Ahhh... The problem with the Drywall industry emerges. It's not new tools or poor mud quality, although all theses issues are valid, it's about contractor greed. Although it's difficult to combat greed, Drywallers have an amazing commodity in the skill sets we've spent lifetimes to acquire. The drywall industry needs to evolve.


----------



## thefinisher

evolve991 said:


> OK Finisher don't make me regret agreeing with ya. Over the past few years I keep hearing how "White" drywallers just don't wanna work. BULL****. We're White and we WORK. Our main source of work is a White finisher and his main man is a Black guy. Those 2 are the best finishers I've met in person. This is not to say I don't know Spanish hangers or finishers worth thier pay because I do. BUT the difference around here IS the pay. I,myself,would pay any drywaller what they are worth no matter thier heritage but I'm an oddball here.
> I'm just tired of the misconceptions on BOTH ends. Whites WILL still work for DECENT PAY and Spanish CAN do good work but everyone wants to go with the popular opinions instead of reality.
> 
> As for big customs the only reason the Spanish get them is because everyone wants 500 sheet ultra customs done in 2 days and they have the big crews to do it AND because nobody wants to PAY for what they build anymore. We aren't hanging high curved angled vaulted houses at square flat spec prices.
> 
> We old school White rockers are being put out of business NOT by harder working Hispanics but by greedy hypocrites who pay Hispanics low dollar while insisting they not be allowed to become tax paying citizens.
> 
> This "Race" crap is all sleight of hand to keep us at each others throats.

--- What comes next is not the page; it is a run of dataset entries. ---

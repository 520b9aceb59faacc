import fc from "fast-check";
import { describe, expect, it, vi } from "vitest";
import { compare, fraction, fractionOf, minus, over, plus, smaller, times, toNumber } from "./fraction";

vi.setConfig({ testTimeout: 60_000 });

const runs = { numRuns: 10_000 };
const decimals = fc.tuple(fc.integer({ min: -1_000_000, max: 1_000_000 }), fc.integer({ min: 0, max: 6 }));
const decimal = decimals.map(([digits, places]) => Number((digits / 10 ** places).toFixed(places)));

describe("fraction", () => {
  it.each([
    [0.4, 2n, 5n],
    [-0.4, -2n, 5n],
    [40, 40n, 1n],
    [0, 0n, 1n],
    [1e21, 10n ** 21n, 1n],
    [2.5e-7, 1n, 4_000_000n],
  ])("reads the typed decimal %s as it stands", (value, numerator, denominator) => {
    expect(fractionOf(value)).toEqual({ numerator, denominator });
  });

  it.each([Number.NaN, Number.POSITIVE_INFINITY, Number.NEGATIVE_INFINITY])("refuses %s", (value) => {
    expect(() => fractionOf(value)).toThrow(expect.objectContaining({ code: "INVALID_INPUT" }));
  });

  it("keeps the sign above the line and the lowest terms", () => {
    expect(fraction(6n, -4n)).toEqual({ numerator: -3n, denominator: 2n });
    expect(fraction(0n, -4n)).toEqual({ numerator: 0n, denominator: 1n });
  });

  it("refuses to divide by zero", () => {
    expect(() => fraction(1n, 0n)).toThrow(expect.objectContaining({ code: "INVALID_INPUT" }));
    expect(() => over(fractionOf(1), fractionOf(0))).toThrow(expect.objectContaining({ code: "INVALID_INPUT" }));
  });

  it("does not drift where binary numbers do: 0.1 + 0.2 is 0.3, 0.4 x 33 / 24 is 0.55", () => {
    expect(plus(fractionOf(0.1), fractionOf(0.2))).toEqual(fractionOf(0.3));
    expect(over(times(fractionOf(0.4), fractionOf(33)), fractionOf(24))).toEqual(fractionOf(0.55));
    expect(0.1 + 0.2).not.toBe(0.3);
  });

  it("compares and picks the smaller one", () => {
    expect(compare(fractionOf(0.1), fractionOf(0.2))).toBeLessThan(0);
    expect(compare(fractionOf(-0.1), fractionOf(-0.2))).toBeGreaterThan(0);
    expect(compare(fraction(2n, 6n), fraction(1n, 3n))).toBe(0);
    expect(smaller(fractionOf(30), fractionOf(35.5))).toEqual(fractionOf(30));
    expect(smaller(fractionOf(35.5), fractionOf(30))).toEqual(fractionOf(30));
  });

  it("gives back every typed decimal", () => {
    fc.assert(
      fc.property(decimal, (value) => {
        expect(toNumber(fractionOf(value))).toBe(value === 0 ? 0 : value);
      }),
      runs,
    );
  });

  it("adds and takes away, multiplies and divides, without a trace", () => {
    fc.assert(
      fc.property(decimal, decimal, (a, b) => {
        const [x, y] = [fractionOf(a), fractionOf(b)];
        expect(minus(plus(x, y), y)).toEqual(x);
        if (b !== 0) expect(over(times(x, y), y)).toEqual(x);
      }),
      runs,
    );
  });
});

I didn't say anything about whites/blacks not wanting to work, its just that they don't exist anymore around here. Have seen a black crew doing some work and I would never hire that particular crew as their finish was terrible. I would hire a good white crew faster than you can blink, but I'm not going to pay them more than than they are worth or what the going rate is. My dad had one of the last remaining white crews in our area. The rate back then was $3.50-$4 a board for finishing. Now it is around $6. So we are paying the mexicans more than "We" were making. And our mexicans don't have "big" crews. Just did a 575 board house last week. 3 hangers hung it with glue and 2 finishers finished the house.... Those same 2 finishers finished another 375 sheet house in the same week. And they are really good finishers. If a white crew came up to me asking for work I would give them a chance but they better be able to match the quality I am already getting. I think there is a stigma out there branding work done by mexicans as sub par because they work for "X" amount. The mexicans that work around here wont even do a job if they dont make enough money. Why? because they know they are worth it. Also, our area was dominated by hand tapers forever, heck that is how I grew up finishing. Only my dad ran a banjo and was looked at funny for doing so. When the mexicans showed up with their banjos, bazookas, and boxes people automatically backlashed saying that the machine work is inferior and that they get the work done too fast so it couldn't be quality. What was really going on is they couldn't admit that the new workforce was just as good as they were but way faster. Now, hand tapers aren't even hired because they are too slow :yes:. I will consistently hire the best crew possible which right now are the hispanic crews. If any of you white guys want to come down here and take their spot feel free to do so. I will hire you no questions asked. Will even pay you a $1 more per board if you think your better than what I'm already using.


----------



## moore

thefinisher said:


> Just did a 575 board house last week. 3 hangers hung it with glue and 2 finishers finished the house.... Those same 2 finishers finished another 375 sheet house in the same week. .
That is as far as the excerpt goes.